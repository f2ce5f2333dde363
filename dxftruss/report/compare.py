"""The revision compare as JSON (schema ``dxftruss-compare/1``, docs/compare.schema.json,
described in docs/report-format.md, Revision compare) and as terminal text.

Numbers are rounded to 12 significant digits as in the check report; text from the
drawings is escaped for the terminal (``escape.one_line``) and written as JSON strings.
"""

from __future__ import annotations

import json
from typing import TYPE_CHECKING, Any

from ..compare import KINDS
from ..model import joint_id
from . import CAUTION, assumptions
from .json import _UNSAFE, _jsonable, _num

if TYPE_CHECKING:
    from ..compare import Comparison
    from ..result import Result

COMPARE_SCHEMA = "dxftruss-compare/1"
COMPARE_SCHEMA_VERSION = 1


def _source(r: Result) -> dict[str, Any]:
    return {
        "path": r.source.path,
        "sha256": r.source.sha256,
        "length_unit": r.source.length_unit,
        "loads": r.settings.loads,
        "snap": _num(r.tolerances.snap),
        "errors": r.n_errors,
        "assumptions": assumptions(r),
    }


def compare_dict(cmp: Comparison) -> dict[str, Any]:
    counts = dict.fromkeys(KINDS, 0)
    for c in cmp.changes:
        counts[c.kind] += 1
    th = cmp.threshold
    to, tn = cmp.old.truss, cmp.new.truss
    return {
        "schema": COMPARE_SCHEMA,
        "schema_version": COMPARE_SCHEMA_VERSION,
        "old": _source(cmp.old),
        "new": _source(cmp.new),
        "settings": {
            "tolerance": _num(cmp.tolerance),
            "force_unit": tn.force_unit,
            "force_change": th.written,
            "force_change_percent": _num(th.percent) if th.percent is not None else None,
            "force_limit": _num(cmp.force_limit),
        },
        "summary": counts,
        "unchanged": {"members": cmp.unchanged_members, "findings": cmp.unchanged_findings},
        "moved_joints": [
            {
                "old": joint_id(o),
                "new": joint_id(n),
                "from": [_num(to.xy[o, 0]), _num(to.xy[o, 1])],
                "to": [_num(tn.xy[n, 0]), _num(tn.xy[n, 1])],
            }
            for o, n in sorted(cmp.moved_joints.items())
        ],
        "changes": [
            {
                "number": c.number,
                "kind": c.kind,
                "what": c.what,
                "box": [_num(v) for v in c.box] if c.box is not None else None,
                "detail": _jsonable(c.data),
            }
            for c in cmp.changes
        ],
        "new_errors": len(cmp.new_errors),
        "caution": CAUTION,
    }


def compare_json(cmp: Comparison) -> str:
    text = json.dumps(compare_dict(cmp), ensure_ascii=False, allow_nan=False, indent=1) + "\n"
    return _UNSAFE.sub(lambda m: f"\\u{ord(m.group()):04x}", text)


#: most changes listed on the terminal (the PDF and JSON list them all)
TEXT_ROWS = 40


def compare_text(cmp: Comparison) -> str:
    from ..escape import one_line

    lines = [
        f"dxftruss compare: {one_line(cmp.old.source.path)} -> {one_line(cmp.new.source.path)}",
        (
            f"joints matched within {cmp.tolerance:.6g} {cmp.new.source.length_unit} (the larger snap tolerance); "
            f"force changes above {cmp.force_limit:.4g} {cmp.new.truss.force_unit} "
            f"(--force-change {cmp.threshold.written})"
        ),
    ]
    if not cmp.changes:
        lines.append("no changes")
    counts: dict[str, int] = {}
    for c in cmp.changes:
        counts[c.kind] = counts.get(c.kind, 0) + 1
    if counts:
        lines.append("changes: " + ", ".join(f"{n} {k}" for k, n in counts.items()))
    for c in cmp.changes[:TEXT_ROWS]:
        lines.append(f"  {c.number:>3}  {c.kind:<22} {one_line(c.what, 160)}")
    if len(cmp.changes) > TEXT_ROWS:
        lines.append(f"  ... and {len(cmp.changes) - TEXT_ROWS} more (the PDF and JSON list them all)")
    if cmp.new_errors:
        lines.append(f"{len(cmp.new_errors)} new error finding(s) in the new revision")
    for label, r in (("old", cmp.old), ("new", cmp.new)):
        lines.append(f"assumptions ({label}):")
        lines += [f"  - {one_line(a)}" for a in assumptions(r)]
    lines.append("caution: " + CAUTION)
    return "\n".join(lines) + "\n"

◆ ◆ ◆ ◆ ◆

* _What you need to do_
Which lines in the records contain the word "assumptions"? Copy each one.

* _Reply_
from . import CAUTION, assumptions
        "assumptions": assumptions(r),
        lines.append(f"assumptions ({label}):")
        lines += [f"  - {one_line(a)}" for a in assumptions(r)]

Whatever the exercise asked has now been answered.